Он нашел ее в поле, вблизи небольшого городка; она сидела перед черною грудою пепла, била себя по лицу, рвала на себе волосы и выла. Ему стало жаль ее прекрасных волос, он поймал и крепко сжал ее яростно вырывающиеся руки, ласково заговорил с девушкою и увидел, что и лицо, и фигура ее были необыкновенной красоты. Она оплакивала своего отца, сожженного вместе с другими четырнадцатью евреями по приказу городских властей; ей удалось бежать, и теперь, в отчаянии воротившись назад, она не могла простить себе, что не сгорела вместе со всеми. Гольдмунд терпеливо успокаивал девушку, не отпуская ее рук, которые она все еще пыталась освободить, ласково бормотал ей слова сочувствия и утешения, предлагал свою помощь. Она непременно хотела похоронить отца и стала просить его помочь ей, и они вместе выгребли из еще горячего пепла все кости, снесли их подальше в поле и закопали в укромном месте. Между тем наступил вечер; Гольдмунд занялся поисками ночного прибежища и, устроив девушке ночлег в дубовом лесочке, обещал ей, что станет охранять ее сон и никому не даст ее в обиду, и долго слушал, как она всхлипывала и судорожно вздыхала, пока наконец не уснула. Тогда и он поспал немного, а утром начал подбирать ключи к ее сердцу. Он говорил, что ей нельзя оставаться одной, что люди, признав в ней еврейку, убьют ее или она станет добычею распутствующих бродяг, а в лесах водятся волки и цыгане. А он — он возьмет ее с собою и будет защищать от людей и зверей, ибо он проникнут жалостью и состраданием к ней и желает ей добра, потому что он не слепой и умеет распознать и оценить красоту и ни за что не допустит, чтобы эти прекрасные умные глаза и эти драгоценные плечи достались лесным хищникам или сгорели на костре. Она мрачно слушала его речи, потом вдруг вскочила на ноги и побежала прочь. Гольдмунду лишь с трудом удалось настичь беглянку.

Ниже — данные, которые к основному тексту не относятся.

package mpo

import (
	"fmt"

	"rundle/internal/dense"
	"rundle/internal/task"
	"rundle/mps/block"
)

// An environment is the contraction of all sites on one side of a bond with the MPO between bra and ket (Schollwoeck 2011,
// section 6). It is a rank-three tensor of total charge zero with q(bra) = q(ket) + q(MPO index) on both sides. Its axes are
//
//	left   (bra Out, MPO In, ket In)
//	right  (MPO In, ket In, bra Out)
//
// chosen so that each step of its growth is one GEMM a block pair.

// LeftEdge returns the environment left of the first site: one element, 1.
func LeftEdge[T dense.Scalar](o *Operator[T]) *block.Tensor[T] {
	unit := block.NewAxis(block.In, block.Sector{Dim: 1})
	s := block.NewStructure(o.Group, []block.Axis{unit.Reversed(), unit, unit}, block.Charge{})
	t := block.New[T](s)
	t.Block(0)[0] = dense.FromFloat[T](1)
	return t
}

// RightEdge returns the environment right of the last site: one element, 1, if the operator leads from the total charge
// ket to the total charge bra; otherwise the tensor has no blocks and every matrix element is zero.
func RightEdge[T dense.Scalar](o *Operator[T], bra, ket block.Charge) *block.Tensor[T] {
	one := func(f block.Flow, c block.Charge) block.Axis {
		return block.NewAxis(f, block.Sector{Charge: c, Dim: 1})
	}
	axes := []block.Axis{o.Bonds[len(o.Bonds)-1].Axis(block.In), one(block.In, ket), one(block.Out, bra)}
	t := block.New[T](block.NewStructure(o.Group, axes, block.Charge{}))
	if len(t.Blocks) > 0 {
		t.Block(0)[0] = dense.FromFloat[T](1)
	}
	return t
}

// Growth is the planned step of an environment across one site. A plan may be run as long as the structures of all
// that enters stay the same.
type Growth[T dense.Scalar] struct {
	Out     *block.Structure
	net     network[T]
	left    bool
	entries int
}

// Flops returns the operations of one run.
func (g *Growth[T]) Flops() float64 { return g.net.firstFlops + g.net.lastFlops + 2*g.net.middleWork }

// Run overwrites out.Data (of structure g.Out) with the environment one site further on.
func (g *Growth[T]) Run(out, env, bra, ket *block.Tensor[T], ws *Workspace[T], pool *task.Pool) {
	if len(out.Data) != g.Out.Size {
		panic(fmt.Sprintf("mpo: environment slab of %d elements where the plan has %d", len(out.Data), g.Out.Size))
	}
	if g.left {
		g.net.run(out.Data, env.Data, ket.Data, bra.Data, nil, ws, pool)
	} else {
		g.net.run(out.Data, ket.Data, env.Data, nil, bra.Data, ws, pool)
	}
}

// GrowLeft returns the left environment one site to the right of env: env, the site tensors bra and ket (axes left In,
// site In, right Out) and the MPO of the site.
func GrowLeft[T dense.Scalar](o *Operator[T], site int, env, bra, ket *block.Tensor[T], ws *Workspace[T], pool *task.Pool) *block.Tensor[T] {
	g := PlanLeft(o, site, env.Structure, bra.Structure, ket.Structure)
	out := block.New[T](g.Out)
	g.Run(out, env, bra, ket, ws, pool)
	return out
}

// GrowRight returns the right environment one site to the left of env.
func GrowRight[T dense.Scalar](o *Operator[T], site int, env, bra, ket *block.Tensor[T], ws *Workspace[T], pool *task.Pool) *block.Tensor[T] {
	g := PlanRight(o, site, env.Structure, bra.Structure, ket.Structure)
	out := block.New[T](g.Out)
	g.Run(out, env, bra, ket, ws, pool)
	return out
}

// entryGroup collects MPO entries between fixed sectors of both bonds and both physical axes.
type groupKey struct{ left, right, out, in int32 }

// localEntry is an MPO entry with its indices counted inside their sectors.
type localEntry[T dense.Scalar] struct {
	left, right, out, in int
	value                T
}

// groupEntries sorts entries of a (possibly multi-site) MPO into sector groups; out and in are states of the table.
func groupEntries[T dense.Scalar](entries []Entry[T], left, right block.Axis, phys stateTable) map[groupKey][]localEntry[T] {
	l, r := newStateTable(left), newStateTable(right)
	m := make(map[groupKey][]localEntry[T])
	for _, e := range entries {
		k := groupKey{l.sector[e.Left], r.sector[e.Right], phys.sector[e.Out], phys.sector[e.In]}
		m[k] = append(m[k], localEntry[T]{int(l.inner[e.Left]), int(r.inner[e.Right]), int(phys.inner[e.Out]), int(phys.inner[e.In]), e.Value})
	}
	return m
}

// pairKey names a block of the first pass: a block of the tensor with a sector of the MPO bond.
type pairKey struct{ block, sector int }

// PlanLeft plans the growth of a left environment: out(r', w, r) = sum conj(bra(l', s', r')) W(a, w; s', s) env(l', a, l) ket(l, s, r).
func PlanLeft[T dense.Scalar](o *Operator[T], site int, env, bra, ket *block.Structure) *Growth[T] {
	wl, wr := o.Bonds[site].Axis(block.In), o.Bonds[site+1].Axis(block.In)
	phys := newStateTable(o.Phys[site])
	groups := groupEntries(o.Sites[site], wl, wr, phys)
	out := block.NewStructure(o.Group, []block.Axis{bra.Axes[2], wr, ket.Axes[2].Reversed()}, block.Charge{})
	g := &Growth[T]{Out: out, left: true}
	var x, y slab

	// Pass 1: rows (l', a), columns (s, r).
	pairs := make(map[pairKey]int)
	for t, kb := range ket.Blocks {
		ql := kb.Sectors[0]
		for a := range wl.Sectors {
			lp, ok := env.Axes[0].Find(o.Group.Add(ket.Axes[0].Sectors[ql].Charge, wl.Sectors[a].Charge))
			if !ok {
				continue
			}
			e, ok := env.Find(lp, a, ql)
			if !ok {
				continue
			}
			eb := env.Blocks[e]
			m, n, k := eb.Shape[0]*eb.Shape[1], kb.Shape[1]*kb.Shape[2], kb.Shape[0]
			at := x.take(m * n)
			pairs[pairKey{t, a}] = at
			g.net.first = append(g.net.first, gemmTask{a: eb.Offset, b: kb.Offset, c: at, m: m, n: n, k: k, lda: k, ldb: n, ldc: n})
		}
	}
	// Passes 2 and 3: for each result block the bra blocks that end in r', rows (l', s') of y, columns (w, r).
	byRight := blocksByAxis(bra, 2)
	for _, ob := range out.Blocks {
		rp, w, r := ob.Sectors[0], ob.Sectors[1], ob.Sectors[2]
		nw, n := ob.Shape[1], ob.Shape[2]
		var chain []gemmTask
		for _, b := range byRight[rp] {
			bb := bra.Blocks[b]
			lp, sp := bb.Sectors[0], bb.Sectors[1]
			m, d := bb.Shape[0], bb.Shape[1]
			var moves []moveTask[T]
			for s := range ket.Axes[1].Sectors {
				q := o.Group.Sub(ket.Axes[2].Sectors[r].Charge, ket.Axes[1].Sectors[s].Charge)
				l, ok := ket.Axes[0].Find(q)
				if !ok {
					continue
				}
				a, ok := wl.Find(o.Group.Sub(bra.Axes[0].Sectors[lp].Charge, q))
				if !ok {
					continue
				}
				group := groups[groupKey{int32(a), int32(w), int32(sp), int32(s)}]
				if len(group) == 0 {
					continue
				}
				t, ok := ket.Find(l, s, r)
				if !ok {
					continue
				}
				src, ok := pairs[pairKey{t, a}]
				if !ok {
					continue
				}
				na, ds := wl.Sectors[a].Dim, ket.Blocks[t].Shape[1]
				for _, e := range group {
					moves = append(moves, moveTask[T]{src: src + (e.left*ds+e.in)*n, dst: (e.out*nw + e.right) * n,
						rows: m, cols: n, lds: na * ds * n, ldd: d * nw * n, value: e.value})
				}
			}
			if len(moves) == 0 {
				continue
			}
			at := y.take(m * d * nw * n)
			g.net.middle = append(g.net.middle, finishPiece(at, m*d*nw*n, moves))
			chain = append(chain, gemmTask{a: bb.Offset, b: at, c: ob.Offset, m: bb.Shape[2], n: nw * n, k: m * d,
				lda: bb.Shape[2], ldb: nw * n, ldc: nw * n, opA: dense.ConjTrans, add: len(chain) > 0})
		}
		if len(chain) > 0 {
			g.net.last = append(g.net.last, chain)
		}
	}
	g.net.xSize, g.net.ySize = x.size, y.size
	g.net.seal()
	return g
}

// PlanRight plans the growth of a right environment: out(a, l, l') = sum W(a, w; s', s) ket(l, s, r) env(w, r, r') conj(bra(l', s', r')).
func PlanRight[T dense.Scalar](o *Operator[T], site int, env, bra, ket *block.Structure) *Growth[T] {
	wl, wr := o.Bonds[site].Axis(block.In), o.Bonds[site+1].Axis(block.In)
	phys := newStateTable(o.Phys[site])
	groups := groupEntries(o.Sites[site], wl, wr, phys)
	out := block.NewStructure(o.Group, []block.Axis{wl, ket.Axes[0], bra.Axes[0].Reversed()}, block.Charge{})
	g := &Growth[T]{Out: out}
	var x, y slab

	// Pass 1: rows (l, s), columns (w, r').
	pairs := make(map[pairKey]int)
	for t, kb := range ket.Blocks {
		at, cols := firstRight(&g.net, o.Group, ket, env, wr, t, 2, kb.Shape[0]*kb.Shape[1], kb.Shape[2], &x)
		for w, a := range at {
			if cols[w] > 0 {
				pairs[pairKey{t, w}] = a
			}
		}
	}
	byLeft := blocksByAxis(bra, 0)
	for _, ob := range out.Blocks {
		a, l, lp := ob.Sectors[0], ob.Sectors[1], ob.Sectors[2]
		na, m := ob.Shape[0], ob.Shape[1]
		var chain []gemmTask
		for _, b := range byLeft[lp] {
			bb := bra.Blocks[b]
			sp, rp := bb.Sectors[1], bb.Sectors[2]
			d, n := bb.Shape[1], bb.Shape[2]
			var moves []moveTask[T]
			for s := range ket.Axes[1].Sectors {
				q := o.Group.Add(ket.Axes[0].Sectors[l].Charge, ket.Axes[1].Sectors[s].Charge)
				r, ok := ket.Axes[2].Find(q)
				if !ok {
					continue
				}
				w, ok := wr.Find(o.Group.Sub(bra.Axes[2].Sectors[rp].Charge, q))
				if !ok {
					continue
				}
				group := groups[groupKey{int32(a), int32(w), int32(sp), int32(s)}]
				if len(group) == 0 {
					continue
				}
				t, ok := ket.Find(l, s, r)
				if !ok {
					continue
				}
				src, ok := pairs[pairKey{t, w}]
				if !ok {
					continue
				}
				nw, ds := wr.Sectors[w].Dim, ket.Blocks[t].Shape[1]
				for _, e := range group {
					moves = append(moves, moveTask[T]{src: src + (e.in*nw+e.right)*n, dst: (e.left*m*d + e.out) * n,
						rows: m, cols: n, lds: ds * nw * n, ldd: d * n, value: e.value})
				}
			}
			if len(moves) == 0 {
				continue
			}
			at := y.take(na * m * d * n)
			g.net.middle = append(g.net.middle, finishPiece(at, na*m*d*n, moves))
			chain = append(chain, gemmTask{a: at, b: bb.Offset, c: ob.Offset, m: na * m, n: bb.Shape[0], k: d * n,
				lda: d * n, ldb: d * n, ldc: bb.Shape[0], opB: dense.ConjTrans, add: len(chain) > 0})
		}
		if len(chain) > 0 {
			g.net.last = append(g.net.last, chain)
		}
	}
	g.net.xSize, g.net.ySize = x.size, y.size
	g.net.seal()
	return g
}

// firstRight plans the products of tensor block t, seen as a matrix (rows × cols) whose columns are its last axis, with every
// sector w of a right environment: the result (rows) × (w, r') for each w, in x. It returns the offsets and the r' dimensions
// (0: no such block).
func firstRight[T dense.Scalar](net *network[T], g block.Group, ket, env *block.Structure, wr block.Axis, t, last, rows, cols int, x *slab) (at, dims []int) {
	kb := ket.Blocks[t]
	r := kb.Sectors[last]
	at, dims = make([]int, len(wr.Sectors)), make([]int, len(wr.Sectors))
	for w := range wr.Sectors {
		rp, ok := env.Axes[2].Find(g.Add(ket.Axes[last].Sectors[r].Charge, wr.Sectors[w].Charge))
		if !ok {
			continue
		}
		e, ok := env.Find(w, r, rp)
		if !ok {
			continue
		}
		eb := env.Blocks[e]
		nw, n := eb.Shape[0], eb.Shape[2]
		at[w], dims[w] = x.take(rows*nw*n), n
		for i := 0; i < nw; i++ {
			net.first = append(net.first, gemmTask{a: kb.Offset, b: eb.Offset + i*cols*n, c: at[w] + i*n,
				m: rows, n: n, k: cols, lda: cols, ldb: n, ldc: nw * n})
		}
	}
	return at, dims
}

// finishPiece moves the targets of the moves, counted from the start of their piece, to the piece's place in the slab.
func finishPiece[T dense.Scalar](start, size int, moves []moveTask[T]) piece[T] {
	for i := range moves {
		moves[i].dst += start
	}
	return piece[T]{start: start, size: size, moves: moves}
}

// blocksByAxis lists the blocks of a structure by their sector on one axis.
func blocksByAxis(s *block.Structure, axis int) [][]int {
	by := make([][]int, len(s.Axes[axis].Sectors))
	for i, b := range s.Blocks {
		q := b.Sectors[axis]
		by[q] = append(by[q], i)
	}
	return by
}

— Ребекка!.. — молвил он. — Ты же видишь, я не злодей. У тебя горе, ты скорбишь об отце и не желаешь ничего слышать о любви. Но завтра или послезавтра — когда-нибудь я вновь спрошу тебя об этом, а до того я буду тебе опорой и защитой, буду заботиться о пище и не прикоснусь к тебе даже пальцем. Скорби, сколько потребуется. Ты можешь быть печальна или весела — со мною ты будешь делать лишь то, что доставляет радость тебе самой.
Но все слова были напрасны. С горечью и злостью отвечала она, что не желает больше ничего, что доставляло бы радость, говорила, что желает одной лишь боли, что никогда уже не сможет даже думать о какой-либо радости и что чем скорее ее сожрут волки, тем лучше для нее. И велела ему не тратить попусту слов и идти своей дорогой, ибо она не изменит своего решения.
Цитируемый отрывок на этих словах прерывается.